[DATA LISTING — start]

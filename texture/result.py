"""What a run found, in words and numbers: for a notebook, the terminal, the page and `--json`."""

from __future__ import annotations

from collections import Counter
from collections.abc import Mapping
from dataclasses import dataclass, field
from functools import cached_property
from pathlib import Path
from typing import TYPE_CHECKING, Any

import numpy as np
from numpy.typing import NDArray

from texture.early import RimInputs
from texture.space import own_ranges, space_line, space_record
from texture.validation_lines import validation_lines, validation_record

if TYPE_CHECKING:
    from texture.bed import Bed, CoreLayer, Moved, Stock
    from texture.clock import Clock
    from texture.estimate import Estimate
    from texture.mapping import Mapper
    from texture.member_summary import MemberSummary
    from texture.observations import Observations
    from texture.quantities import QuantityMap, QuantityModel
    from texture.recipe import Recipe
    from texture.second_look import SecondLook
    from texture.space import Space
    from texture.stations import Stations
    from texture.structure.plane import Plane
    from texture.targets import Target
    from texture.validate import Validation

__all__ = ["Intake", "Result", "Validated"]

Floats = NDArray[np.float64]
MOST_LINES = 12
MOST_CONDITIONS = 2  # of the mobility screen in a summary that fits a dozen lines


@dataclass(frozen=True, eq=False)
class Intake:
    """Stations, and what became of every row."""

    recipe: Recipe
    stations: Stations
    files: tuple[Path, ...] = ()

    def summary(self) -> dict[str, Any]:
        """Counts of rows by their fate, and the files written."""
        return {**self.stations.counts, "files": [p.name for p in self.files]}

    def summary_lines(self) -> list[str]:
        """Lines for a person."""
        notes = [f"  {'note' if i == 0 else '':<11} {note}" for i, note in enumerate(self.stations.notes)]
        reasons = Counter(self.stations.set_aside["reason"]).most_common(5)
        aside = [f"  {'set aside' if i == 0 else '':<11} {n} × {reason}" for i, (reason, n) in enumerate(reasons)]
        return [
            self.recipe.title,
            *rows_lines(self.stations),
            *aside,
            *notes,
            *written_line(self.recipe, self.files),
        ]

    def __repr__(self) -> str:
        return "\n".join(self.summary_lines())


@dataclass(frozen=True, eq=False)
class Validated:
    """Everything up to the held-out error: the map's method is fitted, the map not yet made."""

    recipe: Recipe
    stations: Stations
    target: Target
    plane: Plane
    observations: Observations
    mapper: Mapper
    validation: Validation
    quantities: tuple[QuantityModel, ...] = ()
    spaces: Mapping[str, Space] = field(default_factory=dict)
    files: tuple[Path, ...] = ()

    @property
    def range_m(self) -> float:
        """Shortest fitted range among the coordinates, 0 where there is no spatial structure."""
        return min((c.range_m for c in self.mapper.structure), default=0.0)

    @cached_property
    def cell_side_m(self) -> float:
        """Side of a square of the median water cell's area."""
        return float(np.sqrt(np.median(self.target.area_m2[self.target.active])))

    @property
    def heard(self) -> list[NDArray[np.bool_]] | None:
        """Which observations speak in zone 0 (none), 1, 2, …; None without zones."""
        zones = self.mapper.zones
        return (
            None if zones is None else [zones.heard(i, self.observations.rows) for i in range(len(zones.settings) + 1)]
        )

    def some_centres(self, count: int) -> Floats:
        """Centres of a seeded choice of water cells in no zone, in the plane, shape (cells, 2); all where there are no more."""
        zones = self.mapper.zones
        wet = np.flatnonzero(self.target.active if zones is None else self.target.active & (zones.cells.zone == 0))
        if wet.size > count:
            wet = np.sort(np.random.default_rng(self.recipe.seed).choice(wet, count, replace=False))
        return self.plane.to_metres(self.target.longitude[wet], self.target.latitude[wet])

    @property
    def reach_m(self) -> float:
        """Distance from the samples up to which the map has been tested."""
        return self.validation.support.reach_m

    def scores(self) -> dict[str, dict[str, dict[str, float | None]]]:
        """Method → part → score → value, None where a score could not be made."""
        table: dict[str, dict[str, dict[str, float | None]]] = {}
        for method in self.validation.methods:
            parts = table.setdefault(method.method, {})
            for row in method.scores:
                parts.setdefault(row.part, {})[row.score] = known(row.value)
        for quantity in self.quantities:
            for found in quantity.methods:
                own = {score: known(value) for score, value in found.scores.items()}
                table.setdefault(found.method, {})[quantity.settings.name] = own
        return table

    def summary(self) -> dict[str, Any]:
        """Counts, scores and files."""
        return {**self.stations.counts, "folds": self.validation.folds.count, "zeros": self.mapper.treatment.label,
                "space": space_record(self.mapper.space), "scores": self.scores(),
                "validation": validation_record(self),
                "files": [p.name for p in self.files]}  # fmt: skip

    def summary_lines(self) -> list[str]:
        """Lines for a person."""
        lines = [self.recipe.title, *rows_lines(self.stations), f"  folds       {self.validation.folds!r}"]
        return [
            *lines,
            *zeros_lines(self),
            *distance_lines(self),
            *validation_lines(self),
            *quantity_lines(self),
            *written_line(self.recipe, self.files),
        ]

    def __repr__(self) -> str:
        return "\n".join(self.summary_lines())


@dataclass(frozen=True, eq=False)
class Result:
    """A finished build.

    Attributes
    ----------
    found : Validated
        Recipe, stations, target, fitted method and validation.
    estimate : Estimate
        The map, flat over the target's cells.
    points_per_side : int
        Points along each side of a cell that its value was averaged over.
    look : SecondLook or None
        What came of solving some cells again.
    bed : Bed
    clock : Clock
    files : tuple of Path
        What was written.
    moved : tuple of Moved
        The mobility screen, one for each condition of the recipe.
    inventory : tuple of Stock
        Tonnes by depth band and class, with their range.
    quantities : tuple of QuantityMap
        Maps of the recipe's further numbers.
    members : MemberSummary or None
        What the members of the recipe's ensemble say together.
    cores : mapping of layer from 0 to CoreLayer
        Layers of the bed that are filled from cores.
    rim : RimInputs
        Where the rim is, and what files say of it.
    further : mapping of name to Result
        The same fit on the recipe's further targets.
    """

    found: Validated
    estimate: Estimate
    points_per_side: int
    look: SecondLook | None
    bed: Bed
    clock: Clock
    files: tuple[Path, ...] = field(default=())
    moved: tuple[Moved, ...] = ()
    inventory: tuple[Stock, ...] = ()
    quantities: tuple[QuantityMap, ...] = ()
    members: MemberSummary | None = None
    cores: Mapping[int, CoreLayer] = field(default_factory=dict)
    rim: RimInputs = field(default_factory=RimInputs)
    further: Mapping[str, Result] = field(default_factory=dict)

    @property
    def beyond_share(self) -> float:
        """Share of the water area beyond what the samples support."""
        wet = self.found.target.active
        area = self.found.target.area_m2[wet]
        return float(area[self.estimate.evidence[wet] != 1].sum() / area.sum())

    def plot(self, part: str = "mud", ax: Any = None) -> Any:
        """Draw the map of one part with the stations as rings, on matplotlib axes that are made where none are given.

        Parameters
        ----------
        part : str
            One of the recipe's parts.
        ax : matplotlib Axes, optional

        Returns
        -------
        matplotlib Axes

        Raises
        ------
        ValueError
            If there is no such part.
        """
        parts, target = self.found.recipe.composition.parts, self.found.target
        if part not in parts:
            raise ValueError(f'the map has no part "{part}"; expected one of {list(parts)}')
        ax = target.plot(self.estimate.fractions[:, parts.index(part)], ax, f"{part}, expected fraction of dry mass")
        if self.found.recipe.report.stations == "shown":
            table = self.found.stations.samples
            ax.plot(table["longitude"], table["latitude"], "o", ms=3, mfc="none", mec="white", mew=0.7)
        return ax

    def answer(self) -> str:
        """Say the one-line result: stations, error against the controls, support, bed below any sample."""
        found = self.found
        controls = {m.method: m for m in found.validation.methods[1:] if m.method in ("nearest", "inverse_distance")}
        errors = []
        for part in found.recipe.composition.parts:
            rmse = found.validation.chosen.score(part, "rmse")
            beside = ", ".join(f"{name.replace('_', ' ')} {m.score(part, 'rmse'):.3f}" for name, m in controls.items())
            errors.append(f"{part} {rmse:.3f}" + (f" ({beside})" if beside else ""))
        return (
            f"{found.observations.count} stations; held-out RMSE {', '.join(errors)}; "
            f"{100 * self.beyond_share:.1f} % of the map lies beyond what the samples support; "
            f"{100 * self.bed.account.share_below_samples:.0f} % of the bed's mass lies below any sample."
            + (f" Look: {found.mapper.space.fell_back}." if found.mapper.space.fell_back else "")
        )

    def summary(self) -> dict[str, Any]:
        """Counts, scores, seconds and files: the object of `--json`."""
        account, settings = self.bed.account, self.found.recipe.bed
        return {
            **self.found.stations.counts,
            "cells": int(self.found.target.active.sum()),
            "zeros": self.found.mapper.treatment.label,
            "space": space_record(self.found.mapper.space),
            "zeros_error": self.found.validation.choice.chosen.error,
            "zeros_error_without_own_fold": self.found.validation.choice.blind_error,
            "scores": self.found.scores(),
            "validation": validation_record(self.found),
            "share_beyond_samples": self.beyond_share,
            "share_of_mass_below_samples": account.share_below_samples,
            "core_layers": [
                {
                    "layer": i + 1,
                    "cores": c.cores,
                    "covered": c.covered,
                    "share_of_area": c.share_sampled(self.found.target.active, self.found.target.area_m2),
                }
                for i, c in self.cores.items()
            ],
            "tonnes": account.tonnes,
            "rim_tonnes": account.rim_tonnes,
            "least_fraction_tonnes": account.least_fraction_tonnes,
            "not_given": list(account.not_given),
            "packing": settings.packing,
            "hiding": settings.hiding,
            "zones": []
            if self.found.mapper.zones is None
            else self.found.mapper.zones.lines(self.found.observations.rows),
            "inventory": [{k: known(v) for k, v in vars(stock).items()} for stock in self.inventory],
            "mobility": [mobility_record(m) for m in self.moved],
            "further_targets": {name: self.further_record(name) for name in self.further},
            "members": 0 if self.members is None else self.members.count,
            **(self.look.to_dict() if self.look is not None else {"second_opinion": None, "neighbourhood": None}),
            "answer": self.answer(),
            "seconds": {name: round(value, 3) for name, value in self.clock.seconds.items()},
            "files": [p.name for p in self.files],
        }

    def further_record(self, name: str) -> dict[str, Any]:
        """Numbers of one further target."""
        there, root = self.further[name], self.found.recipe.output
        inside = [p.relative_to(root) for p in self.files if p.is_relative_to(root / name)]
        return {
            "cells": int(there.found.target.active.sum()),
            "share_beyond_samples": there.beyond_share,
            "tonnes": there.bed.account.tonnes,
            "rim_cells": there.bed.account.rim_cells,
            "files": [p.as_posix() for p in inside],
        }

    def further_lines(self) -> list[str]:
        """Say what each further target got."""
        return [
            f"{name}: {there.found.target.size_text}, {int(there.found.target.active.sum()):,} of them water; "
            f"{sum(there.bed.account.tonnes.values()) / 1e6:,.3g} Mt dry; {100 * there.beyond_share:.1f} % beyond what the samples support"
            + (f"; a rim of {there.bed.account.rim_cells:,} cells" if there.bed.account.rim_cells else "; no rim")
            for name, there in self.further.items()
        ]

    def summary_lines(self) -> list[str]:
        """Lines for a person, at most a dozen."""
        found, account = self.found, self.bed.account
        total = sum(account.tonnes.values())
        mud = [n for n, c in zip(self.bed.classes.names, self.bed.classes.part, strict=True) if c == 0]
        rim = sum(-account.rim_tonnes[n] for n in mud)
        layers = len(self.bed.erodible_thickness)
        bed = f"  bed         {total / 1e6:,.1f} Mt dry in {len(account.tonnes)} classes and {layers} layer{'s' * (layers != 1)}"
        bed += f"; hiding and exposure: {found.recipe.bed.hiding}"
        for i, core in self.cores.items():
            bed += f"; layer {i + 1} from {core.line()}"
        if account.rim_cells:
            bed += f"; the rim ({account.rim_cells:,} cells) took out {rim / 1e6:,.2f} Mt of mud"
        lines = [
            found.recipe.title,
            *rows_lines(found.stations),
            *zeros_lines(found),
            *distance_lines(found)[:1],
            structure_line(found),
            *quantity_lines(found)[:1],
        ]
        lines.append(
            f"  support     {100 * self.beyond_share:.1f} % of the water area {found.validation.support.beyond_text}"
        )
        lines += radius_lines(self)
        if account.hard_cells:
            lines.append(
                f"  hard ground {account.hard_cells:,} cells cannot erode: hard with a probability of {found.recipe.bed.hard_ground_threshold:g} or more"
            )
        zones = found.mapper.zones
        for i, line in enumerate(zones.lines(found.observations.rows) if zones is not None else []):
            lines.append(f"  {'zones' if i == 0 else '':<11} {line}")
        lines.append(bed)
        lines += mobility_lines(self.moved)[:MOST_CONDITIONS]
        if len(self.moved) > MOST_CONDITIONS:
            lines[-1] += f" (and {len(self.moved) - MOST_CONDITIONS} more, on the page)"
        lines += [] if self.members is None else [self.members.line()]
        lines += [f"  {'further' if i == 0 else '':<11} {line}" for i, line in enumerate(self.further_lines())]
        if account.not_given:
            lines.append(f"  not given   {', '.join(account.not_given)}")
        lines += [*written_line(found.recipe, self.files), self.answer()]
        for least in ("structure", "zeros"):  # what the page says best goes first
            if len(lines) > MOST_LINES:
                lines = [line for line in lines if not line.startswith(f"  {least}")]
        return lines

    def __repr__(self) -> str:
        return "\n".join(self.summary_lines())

[DATA LISTING — finish]

Starting at the line above that contains "for stock in", write out each line exactly until the line that contains "def further_record(self, name: str)" has been written, and stop there.

            "inventory": [{k: known(v) for k, v in vars(stock).items()} for stock in self.inventory],
            "mobility": [mobility_record(m) for m in self.moved],
            "further_targets": {name: self.further_record(name) for name in self.further},
            "members": 0 if self.members is None else self.members.count,
            **(self.look.to_dict() if self.look is not None else {"second_opinion": None, "neighbourhood": None}),
            "answer": self.answer(),
            "seconds": {name: round(value, 3) for name, value in self.clock.seconds.items()},
            "files": [p.name for p in self.files],
        }

    def further_record(self, name: str) -> dict[str, Any]:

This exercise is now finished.